In Giappone la Acquisition, Technology and Logistics Agency (ATLA), l’Agenzia per la ricerca e sviluppo e gli appalti della Difesa, ha comunicato che, tra i mesi di giugno e luglio scorsi, sono state svolte prove di tiro con il sistema d’artiglieria “railgun” di tipo sperimentale.

Per la prima volta sono stati effettuati tiri contro una nave bersaglio con il railgun installato a bordo della JS Asuka (ASE-6102) una nave per sperimentazioni della Japan Maritime Self Defense Force (JMSDF).
Secondo l’ATLA tali prove sono state coronate da successo ed hanno visto il railgun o cannone a rotaia impiegato su lunghe distanze in funzione antinave.
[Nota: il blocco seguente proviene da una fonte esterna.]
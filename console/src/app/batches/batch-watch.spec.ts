import { HttpErrorResponse, HttpHeaders, HttpResponse } from '@angular/common/http';
import { Subject, defer, of, throwError } from 'rxjs';
import { describe, expect, it } from 'vitest';

import type { Batch } from '../core/api-types.js';
import { alderRowJob, alderRowJobDone } from './batch-fixtures.js';
import { DEFAULT_POLL_MS, pollDelayMs, retryAfterMs } from '../core/poll.js';
import { watchBatch } from './batch-watch.js';

type Answer = { batch: Batch; retryAfter?: string } | { error: HttpErrorResponse };

/** A fake API answering from a script, and a clock that moves only when the test ticks it. */
function harness(script: Answer[]) {
  const asked: number[] = [];
  const waits: number[] = [];
  const clock = new Subject<void>();
  const ask = () =>
    defer(() => {
      asked.push(asked.length);
      const next = script.shift();
      if (!next) throw new Error('asked more often than the script answers');
      if ('error' in next) return throwError(() => next.error);
      const headers = next.retryAfter === undefined ? new HttpHeaders() : new HttpHeaders({ 'Retry-After': next.retryAfter });
      return of(new HttpResponse({ body: next.batch, headers }));
    });
  const wait = (ms: number) => {
    waits.push(ms);
    return clock.pipe();
  };
  const seen: Batch['status'][] = [];
  let done = false;
  const subscription = watchBatch(ask, wait).subscribe({ next: (b) => seen.push(b.status), complete: () => (done = true) });
  return { asked, waits, seen, tick: () => clock.next(), isDone: () => done, subscription, clock };
}

describe('watchBatch', () => {
  it('asks again after each Retry-After and stops at the first final status', () => {
    const h = harness([{ batch: alderRowJob({ status: 'queued' }), retryAfter: '2' }, { batch: alderRowJob(), retryAfter: '5' }, { batch: alderRowJobDone() }]);
    expect(h.seen).toEqual(['queued']);
    expect(h.waits).toEqual([2000]);
    h.tick();
    expect(h.seen).toEqual(['queued', 'running']);
    expect(h.waits).toEqual([2000, 5000]); // the header's wait, not a fixed one
    h.tick();
    expect(h.seen).toEqual(['queued', 'running', 'succeeded']);
    expect(h.isDone()).toBe(true);
    h.tick(); // time goes on; nobody asks any more
    expect(h.asked).toHaveLength(3);
    expect(h.clock.observed).toBe(false);
  });

  it('stops the timer when the watcher leaves before the job ends', () => {
    const h = harness([{ batch: alderRowJob(), retryAfter: '2' }]);
    expect(h.clock.observed).toBe(true);
    h.subscription.unsubscribe();
    expect(h.clock.observed).toBe(false);
    h.tick();
    expect(h.asked).toHaveLength(1);
  });

  it('waits out a 429 as its Retry-After says and goes on', () => {
    const limited = new HttpErrorResponse({ status: 429, headers: new HttpHeaders({ 'Retry-After': '7' }) });
    const h = harness([{ batch: alderRowJob(), retryAfter: '2' }, { error: limited }, { batch: alderRowJobDone() }]);
    h.tick();
    expect(h.waits).toEqual([2000, 7000]);
    h.tick();
    expect(h.seen).toEqual(['running', 'succeeded']);
  });

  it('gives up at once on a job that is not there', () => {
    const gone = new HttpErrorResponse({ status: 404 });
    const errors: unknown[] = [];
    watchBatch(() => throwError(() => gone), () => of(0)).subscribe({ error: (e: unknown) => errors.push(e) });
    expect(errors).toEqual([gone]);
  });
});

describe('poll delays', () => {
  it('reads seconds and HTTP dates, and keeps the wait within bounds', () => {
    expect(retryAfterMs('3')).toBe(3000);
    expect(retryAfterMs('Wed, 02 Dec 2026 12:00:10 GMT', Date.parse('2026-12-02T12:00:00Z'))).toBe(10_000);
    expect(retryAfterMs('soon')).toBeNull();
    expect(pollDelayMs(null)).toBe(DEFAULT_POLL_MS);
    expect(pollDelayMs('0')).toBe(500);
    expect(pollDelayMs('3600')).toBe(30_000);
  });
});
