ALTER TABLE "refresh_tokens" ADD COLUMN "organization_id" uuid;--> statement-breakpoint
ALTER TABLE "refresh_tokens" ADD CONSTRAINT "refresh_tokens_organization_id_organizations_id_fk" FOREIGN KEY ("organization_id") REFERENCES "organizations"("id") ON DELETE set null ON UPDATE no action;--> statement-breakpoint
-- Key kinds have our own names now: server keys and embed keys. Browser keys always list
-- allowed origins and server keys never do, so the origins tell the kind of an older row.
UPDATE "api_keys" SET "kind" = CASE WHEN cardinality("allowed_origins") > 0 THEN 'embed' ELSE 'server' END WHERE "kind" NOT IN ('server', 'embed');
Ulteriori informazioni in merito saranno rilasciate dall’ATLA nel corso del simposio tenuto con cadenza annuale.
Il programma railgun giapponese
Il Giappone ha sviluppato nel corso di questo decennio un sistema sperimentale d’artiglieria railgun.
Allo stato attuale solo la Cina ed il Giappone hanno avviato programmi sperimentali per railgun navali, mentre gli Stati Uniti, dopo i cicli di prove a terra, non hanno proseguito oltre, almeno ufficialmente.
In Europa la Francia e la Germania hanno siglato un accordo per sviluppare un railgun, accordo al quale nel 2024 si è unito anche il Giappone.
In Italia sono stati finanziati studi iniziali nel ambito del Piano Nazionale di Ricerca Militare (PNRM).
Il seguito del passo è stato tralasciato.